By Julie Amor, MHA
Chief Strategy Officer, Onspire Health Marketing
In healthcare today, sustainability is shaped by more than margin management and operational discipline. It is shaped by connection – how clearly your hospital communicates its value, how confidently your community engages, and how visibly your mission translates into impact.
With that in mind, it’s time to reflect on this very important question:
What will donors fund today, and how does that answer strengthen your hospital brand?
Below, we explore how donor generosity can go much further than you might think.
The POV Shift: From Projects to Outcomes
Historically, hospital philanthropy centered on capital campaigns, buildings, and equipment. Those priorities remain important, but donor interests have expanded.
As the principles of the U.S. healthcare system increasingly embody preventive, value-based care models, today’s hospital donors are increasingly motivated by community impact, access, and mission alignment, in addition to physical assets.
Simply put, many large donors are looking to “invest” in social impact – genuine betterment of community health outcomes through advancement in local healthcare. Donors increasingly ask:
- How does this improve access?
- How does this strengthen care close to home?
- How does this support caregivers?
- How will the community see and feel the difference?
This shift matters beyond your foundation or fundraising teams. Many of the initiatives that answer those questions are powered by marketing-enabled visibility. To put it another way:
When marketing and philanthropy are aligned, outcomes become visible, measurable, and scalable.

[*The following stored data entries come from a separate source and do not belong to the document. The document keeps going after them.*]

def save_figure(fig: Figure, path: str | Path) -> None:
    """Write a figure to a PNG, SVG or PDF file (by its ending), atomically.

    Parameters
    ----------
    fig : matplotlib.figure.Figure
        From one of the ``figure_*`` functions.
    path : str or Path
        Target file ending in .png, .svg or .pdf; PNG at :data:`PNG_DPI` dots per inch.

    Raises
    ------
    UsageError
        For another ending or a folder that cannot be written (nothing is written).

    """
    fmt = Path(path).suffix.lower().lstrip(".")
    if fmt not in FORMATS:
        raise UsageError("a picture must be a .png, .svg or .pdf file", file=str(path))
    folder = Path(path).parent
    if not folder.is_dir():  # fail before the (slow) drawing
        raise UsageError(f"output folder {str(folder)!r} does not exist", file=str(path))
    atomic_write(path, _render(fig, fmt))


_PROLOG = re.compile(r"\A.*?(?=<svg[\s>])", re.S)
_METADATA = re.compile(r"<metadata>.*?</metadata>\s*", re.S)
_GLOBAL_STYLE = re.compile(r"<style type=\"text/css\">\*\{([^}]*)\}</style>")


def svg_text(fig: Figure, id_prefix: str | None = None) -> str:
    """The figure as an ``<svg>`` element for inline use in an HTML5 page.

    The XML prolog, document type and metadata are left out, the drawing's page-wide style
    rule is moved onto the root element (so it cannot restyle the page), and every id is
    given a prefix so that several pictures can share one page.

    Parameters
    ----------
    fig : matplotlib.figure.Figure
        The figure.
    id_prefix : str, optional
        Prefix of the ids; default one derived from the drawing's content.

    Returns
    -------
    str
        Text starting with ``<svg``, with a ``viewBox`` (scale it with CSS).

    """
    text = _render(fig, "svg").decode("utf-8")
    text = _PROLOG.sub("", text, count=1)
    text = _METADATA.sub("", text)
    rule = _GLOBAL_STYLE.search(text)
    if rule:
        text = text.replace(rule.group(0), "")
        style = " ".join(rule.group(1).split())
        text = text.replace("<svg ", f'<svg style="{style}" ', 1)
    if id_prefix is None:
        id_prefix = "w" + hashlib.sha1(text.encode("utf-8")).hexdigest()[:8] + "-"
    if not re.fullmatch(r"[A-Za-z][A-Za-z0-9_-]*", id_prefix):
        raise UsageError(f"an id prefix must be a letter then letters, digits, - or _, got {id_prefix!r}")
    text = re.sub(r'\bid="([^"]+)"', lambda m: f'id="{id_prefix}{m.group(1)}"', text)
    text = re.sub(r'(\b(?:xlink:)?href)="#([^"]+)"', lambda m: f'{m.group(1)}="#{id_prefix}{m.group(2)}"',
                  text)
    text = re.sub(r"url\(#([^)]+)\)", lambda m: f"url(#{id_prefix}{m.group(1)})", text)
    return text.strip()


__all__ = ["COMBINED_QUANTITIES", "FORMATS", "element_edges", "figure_combined", "figure_outline",
           "figure_torsion", "figure_warping", "profile_name", "save_figure", "sub_triangles",
           "svg_text"]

That is where philanthropy becomes a multiplier.
Donors Will Fund Visibility When It Advances Access
Executives often hesitate to position marketing-related initiatives as worthy of fundraising efforts. However, when framed appropriately, donors understand and support investments that improve awareness, education, and connection.
Rather than funding “marketing,” donors fund access, awareness, and community benefit. Through marketing comes utilization, and through utilization comes positive impact – so marketing is how you will ensure their generosity touches as many lives as possible.
Examples include:
- Website modernization and digital front door improvements to make it easier to find and connect with care
- Screening awareness campaigns tied to early detection to catch and treat disease early, before it becomes harder and more expensive to manage
- Educational content hubs that improve health literacy and reduce barriers to care
- Community outreach messaging that supports rural access and more
When digital tools and campaigns are positioned as pathways to earlier diagnosis, stronger navigation, or local retention of care, they become compelling philanthropic opportunities.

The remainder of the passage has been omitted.